Alternaria alternata Mycotoxins Activate the Aryl Hydrocarbon Receptor and Nrf2-ARE Pathway to Alter the Structure and Immune Response of Colon Epithelial Cells

After ingestion of food commodities, the gastrointestinal tract (GIT) poses the first barrier against xenobiotics and pathogens. Therefore, it is regularly confronted with external stressors potentially affecting the inflammatory response and the epithelial barrier.
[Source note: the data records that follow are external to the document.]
def _csv_lines(text):
    """An exported CSV for Python's csv module: all but its last line, the
    provenance comment (eidecomp.io.provenance), checked to be there (cells
    may hold line breaks, so the text is cut at the comment, not split)."""
    at = text.rindex("# eidecomp provenance sha256:")
    assert at > 0 and text[at - 1] == "\n" and text.endswith("\n")
    assert text[at:].count("\n") == 1
    return io.StringIO(text[:at], newline="")


def test_edge_csv(circuit, tmp_path):
    c, _ = circuit
    G = neuron_graph(c)
    write_edge_csv(G, tmp_path / "e.csv")
    with open(tmp_path / "e.csv", encoding="utf-8", newline="") as fh:
        rows = list(csv.DictReader(_csv_lines(fh.read())))
    assert len(rows) == G.number_of_edges()
    for r in rows[:200]:
        assert float(r["weight"]) == G.edges[r["pre"], r["post"]]["weight"]


def test_population_graph(circuit):
    c, _ = circuit
    P = population_graph(c)
    e = P.edges["E", "I_tuned"]
    assert e["count"] == np.count_nonzero(c.J_TE)
    assert e["probability"] == pytest.approx(np.count_nonzero(c.J_TE) / c.J_TE.size)
    assert e["mean_weight"] == pytest.approx(c.J_TE[c.J_TE > 0].mean())
    assert P.nodes["I_untuned"]["size"] == c.n_untuned


def test_export_command(tmp_path, capsys):
    from eidecomp.cli import main

    W, _, _ = make_planted_circuit(60, n_untuned=2, n_tuned=13, pool=4, seed=3)
    np.save(tmp_path / "w.npy", W)
    assert main(["run", str(tmp_path / "w.npy"), "-o", str(tmp_path / "c"),
                 "-q"]) == 0
    out = tmp_path / "c.graphml"
    assert main(["export", str(tmp_path / "c"), "--format", "graphml", "-o",
                 str(out)]) == 0
    H = read_graphml(out)
    assert H.number_of_nodes() == 60 + 15
    capsys.readouterr()
    assert main(["export", str(tmp_path / "c"), "--format", "graphml", "-o",
                 str(out)]) == 2
    assert "already exists" in capsys.readouterr().err
    assert main(["export", str(tmp_path / "nope"), "--format", "csv", "-o",
                 str(tmp_path / "e.csv")]) == 2
    assert not (tmp_path / "e.csv").exists()


# --- the export registry -------------------------------------------------------

@pytest.fixture(scope="module")
def small():
    """A 20-unit circuit (1 untuned, 4 tuned interneurons)."""
    W, _, features = make_planted_circuit(20, n_untuned=1, n_tuned=4, pool=3,
                                          seed=0)
    return assemble(W, baselines=False), features


def test_graph_reads_the_population_and_block_tables(small):
    """Population names and blocks come from eidecomp.types (one table);
    checked against networkx's own view of the graph."""
    from eidecomp.types import BLOCKS, POPULATION_NAMES

    c, _ = small
    P = population_graph(c)
    assert tuple(P.nodes) == tuple(POPULATION_NAMES.values())
    for b in BLOCKS:
        J = getattr(c, b.name)
        if np.count_nonzero(J):
            assert P.edges[b.pre_name, b.post_name]["count"] == np.count_nonzero(J)
    G = neuron_graph(c)
    by_pop = {}
    for _, a in G.nodes(data=True):
        by_pop[a["population"]] = by_pop.get(a["population"], 0) + 1
    assert by_pop == {p.name: p.size for p in c.populations if p.size}


def test_registry_lists_every_format_once():
    from eidecomp.export import FILE_FORMATS, FOLDER_FORMATS, FORMATS, REGISTRY

    assert FORMATS == tuple(f.name for f in REGISTRY)
    assert len(set(FORMATS)) == len(FORMATS)
    assert set(FILE_FORMATS) | set(FOLDER_FORMATS) == set(FORMATS)
    assert not set(FILE_FORMATS) & set(FOLDER_FORMATS)
    for f in REGISTRY:
        assert f.help and "\n" not in f.help


def _read_back(fmt, data):
    """Each format's own reader: networkx (GraphML, node-link JSON), Python's
    csv module, libNeuroML, numpy's npz reader; returns the blocks."""
    import io
    import json

    from eidecomp.graph import circuit_from_graph

    if fmt == "graphml":
        return circuit_from_graph(nx.read_graphml(io.BytesIO(data)))
    if fmt == "json":
        return circuit_from_graph(nx.node_link_graph(json.loads(data),
                                                     edges="edges"))
    return None


@pytest.mark.parametrize("fmt", ["graphml", "json", "csv", "neuroml", "pynn",
                                 "nest", "brian2"])
def test_every_registry_entry_renders(small, fmt, tmp_path):
    """Every format renders a small circuit without writing anything, and its
    output is read by the format's own reader (networkx, csv, libNeuroML,
    numpy's npz reader, Python's compile for scripts)."""
    import io

    from eidecomp.export import get_format, render

    c, features = small
    spec = get_format(fmt)
    if spec.requires:
        require(spec.requires)
    before = sorted(tmp_path.iterdir())
    data = render(fmt, c, features=features, unit_ids=[f"u{i}" for i in range(20)])
    assert sorted(tmp_path.iterdir()) == before
    if spec.folder:
        assert isinstance(data, dict)
        scripts = [n for n in data if n.endswith(".py")]
        assert len(scripts) == 1
        compile(data[scripts[0]], scripts[0], "exec")
        (npz,) = [n for n in data if n.endswith(".npz")]
        with np.load(io.BytesIO(data[npz]), allow_pickle=False) as z:
            assert z["unit_ids"].tolist() == [f"u{i}" for i in range(20)]
        return
    assert isinstance(data, bytes)
    back = _read_back(fmt, data)
    if back is not None:
        _blocks_equal(back, c)
    elif fmt == "csv":
        rows = list(csv.DictReader(_csv_lines(data.decode("utf-8"))))
        assert len(rows) == sum(np.count_nonzero(getattr(c, b)) for b in
                                ("J_EE", "J_EU", "J_UE", "J_ET", "J_TE"))
    else:
        from eidecomp.export.neuroml2 import read_blocks

        (tmp_path / "c.net.nml").write_bytes(data)
        # currents in nA back to weights: to rounding, as docs/simulators.md
        # promises (1e-13 relative) and the other NeuroML2 tests check; not
        # bit for bit, since (w x) / x need not be w in floating point
        # (IEEE 754)
        for name, J in read_blocks(tmp_path / "c.net.nml").items():
            np.testing.assert_allclose(J, getattr(c, name), rtol=1e-13, atol=0)


@pytest.mark.parametrize("name", ["x", "GraphML", "", " json", "neuroml2", None])
def test_unknown_format_is_refused(small, name):
    from eidecomp.errors import InputError
    from eidecomp.export import FORMATS, get_format, render

    msg = (f"unknown export format {name!r} (choose from "
           f"{', '.join(FORMATS)})")
    with pytest.raises(InputError) as exc:
        get_format(name)
    assert str(exc.value) == msg
    with pytest.raises(InputError):
        render(name, small[0])


def test_missing_optional_module_is_one_line(small, monkeypatch):
    """The import check is importlib.util.find_spec (Python's own)."""
    import importlib.util

    from eidecomp.errors import InputError
    from eidecomp.export import render

    real = importlib.util.find_spec
    monkeypatch.setattr(importlib.util, "find_spec",
                        lambda name, *a: None if name == "neuroml"
                        else real(name, *a))
    with pytest.raises(InputError) as exc:
        render("neuroml", small[0])
    assert str(exc.value) == ("neuroml is not installed; it comes with the "
                              "simulator extra: pip install 'eidecomp[sim]'")
    assert isinstance(render("graphml", small[0]), bytes)  # needs nothing


def test_positions_become_node_attributes(small):
    """x, y from the bundle's positions, read back by networkx's GraphML
    reader; a wrong shape is refused."""
    import io

    from eidecomp.errors import InputError
    from eidecomp.export import render

    c, features = small
    pos = np.column_stack([np.arange(20) * 0.1, np.arange(20) / 3.0])
    G = nx.read_graphml(io.BytesIO(render("graphml", c, features=features,
                                          positions=pos)))
    assert [G.nodes[f"E{i}"]["y"] for i in range(20)] == pos[:, 1].tolist()
    assert [G.nodes[f"E{i}"]["feature"] for i in range(20)] == features.tolist()
    with pytest.raises(InputError, match="positions have shape"):
        render("graphml", c, positions=pos[:5])
    with pytest.raises(InputError, match="unit ids for a circuit of 20"):
        render("json", c, unit_ids=["a", "b"])


# --- CSV injection (OWASP "CSV Injection") -------------------------------------

_TRIGGERS = ["=", "+", "-", "@", "\t", "\r"]


def _csv_rows(data):
    return list(csv.DictReader(_csv_lines(data.decode("utf-8"))))


@pytest.mark.parametrize("first", _TRIGGERS)
def test_csv_cells_that_start_a_formula_are_quoted(small, first):
    """OWASP CSV Injection guidance: a text cell beginning with = + - @ tab or
    CR is written with a leading single quote, inside double quotes; read
    back with Python's csv module."""
    from eidecomp.export import render
    from eidecomp.export.edges_csv import restore_cell

    c, _ = small
    name = first + 'cmd|"/c calc"!A1'
    ids = [name] + [f"u{i}" for i in range(1, 20)]
    data = render("csv", c, unit_ids=ids)
    rows = [r for r in _csv_rows(data) if r["pre"] == "E0"]
    assert rows
    for r in rows:
        assert r["pre_unit_id"] == "'" + name
        assert restore_cell(r["pre_unit_id"]) == name
    # in the file itself the cell opens with a double quote, then the quote
    assert ('"\'' + first) in data.decode("utf-8")
    raw = [r for r in _csv_rows(render("csv", c, unit_ids=ids, raw_csv=True))
           if r["pre"] == "E0"]
    assert {r["pre_unit_id"] for r in raw} == {name}


@pytest.mark.parametrize("name", ["a=b", " =1", "u1", "'quoted", "''", "x-y"])
def test_csv_safe_cells_and_the_quote_rule(small, name):
    """Only a leading trigger (or a leading single quote, so the rule can be
    undone) is prefixed; the csv module reads the cell back."""
    from eidecomp.export import render
    from eidecomp.export.edges_csv import restore_cell

    c, _ = small
    ids = [name] + [f"u{i}" for i in range(1, 20)]
    cells = {r["pre_unit_id"] for r in _csv_rows(render("csv", c, unit_ids=ids))
             if r["pre"] == "E0"}
    assert cells == {"'" + name if name.startswith("'") else name}
    assert {restore_cell(x) for x in cells} == {name}
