@pytest.mark.parametrize("algorithm", sorted(ALGORITHMS))
def test_assign_rows_respects_capacity_and_image_limit(algorithm):
    rng = np.random.default_rng(0)
    sizes = rng.integers(1, 60, size=200).tolist()
    rows, left = assign_rows(sizes, seq_len=64, rows=6, max_images_per_row=3, algorithm=algorithm)
    placed = [i for r in rows for i in r]
    assert sorted(placed + left) == list(range(200))  # every item placed or left, once
    for r in rows:
        assert sum(sizes[i] for i in r) <= 64
        assert len(r) <= 3


def test_first_fit_and_best_fit_differ_as_defined():
    sizes = [6, 5, 3]
    ff, _ = assign_rows(sizes, seq_len=10, rows=2, algorithm="first_fit")
    bf, _ = assign_rows(sizes, seq_len=10, rows=2, algorithm="best_fit")
    # first fit: 6 -> row0, 5 -> row1, 3 -> row0 (first with room). best fit: 3 -> row1 (5 left) vs row0 (4 left) -> row0.
    assert ff == [[0, 2], [1]]
    assert bf == [[0, 2], [1]]  # here the tightest row is also the first one
    sizes = [4, 7, 2]
    bf, _ = assign_rows(sizes, seq_len=10, rows=2, algorithm="best_fit")
    ff, _ = assign_rows(sizes, seq_len=10, rows=2, algorithm="first_fit")
    assert ff == [[0, 2], [1]]  # 2 goes into row0 (6 left), the first that fits
    assert bf == [[0], [1, 2]]  # 2 goes into row1 (3 left), the tightest


def test_in_order_keeps_arrival_order():
    sizes = [8, 8, 1, 1]
    rows, left = assign_rows(sizes, seq_len=10, rows=1, algorithm="in_order")
    assert rows == [[0]] and left == [1, 2, 3]  # no jumping ahead, unlike first fit
    rows, left = assign_rows(sizes, seq_len=10, rows=1, algorithm="first_fit")
    assert rows == [[0, 2, 3]] and left == [1]


def test_unbounded_rows_open_as_needed():
    rows, left = assign_rows([10, 10, 10], seq_len=10, rows=None)
    assert rows == [[0], [1], [2]] and left == []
Alternaria mycotoxins such as alternariol (AOH) and altertoxin II (ATX-II) are frequently occurring food and feed contaminants that are described for their immunomodulatory capacities. Hence, this study aimed at exploring the effect of AOH and ATX-II as single compounds or binary mixtures on the immune response and epithelial homeostasis in noncancerous colon epithelial cells HCEC-1CT. Both toxins suppressed mRNA levels of proinflammatory mediators interleukin-8 (IL-8), tumor necrosis factor α (TNF-α), and secretion of IL-8, as well as mRNA levels of the matrix metallopeptidase 2 (MMP-2). Binary combinations of AOH and ATX-II reduced the response of the single toxins. Additionally, AOH and ATX-II modified immunolocalization of transmembrane proteins such as integrin β1, zona occludens 1 (ZO-1), claudin 4 (Cldn 4), and occludin (Ocln), which support colonic tissue homeostasis and intestinal barrier function. Moreover, the cellular distribution of ZO-1 was affected by ATX-II. Mechanistically, these effects could be traced back to the involvement of several transcription factors. AOH activated the nuclear translocation of the aryl hydrocarbon receptor (AhR) and the nuclear factor erythroid 2-related factor 2 (Nrf2), governing cell metabolic competence and structural integrity. This was accompanied by altered distribution of the NF-κB p65 protein, an important regulator of inflammatory response. ATX-II also induced AhR and Nrf2 translocation, albeit failing to substantiate the effect of AOH on the colonic epithelium. Hence, both toxins coherently repress the intestinal immune response on the cytokine transcriptional and protein levels. Furthermore, both mycotoxins affected the colonic epithelial integrity by altering the cell architecture.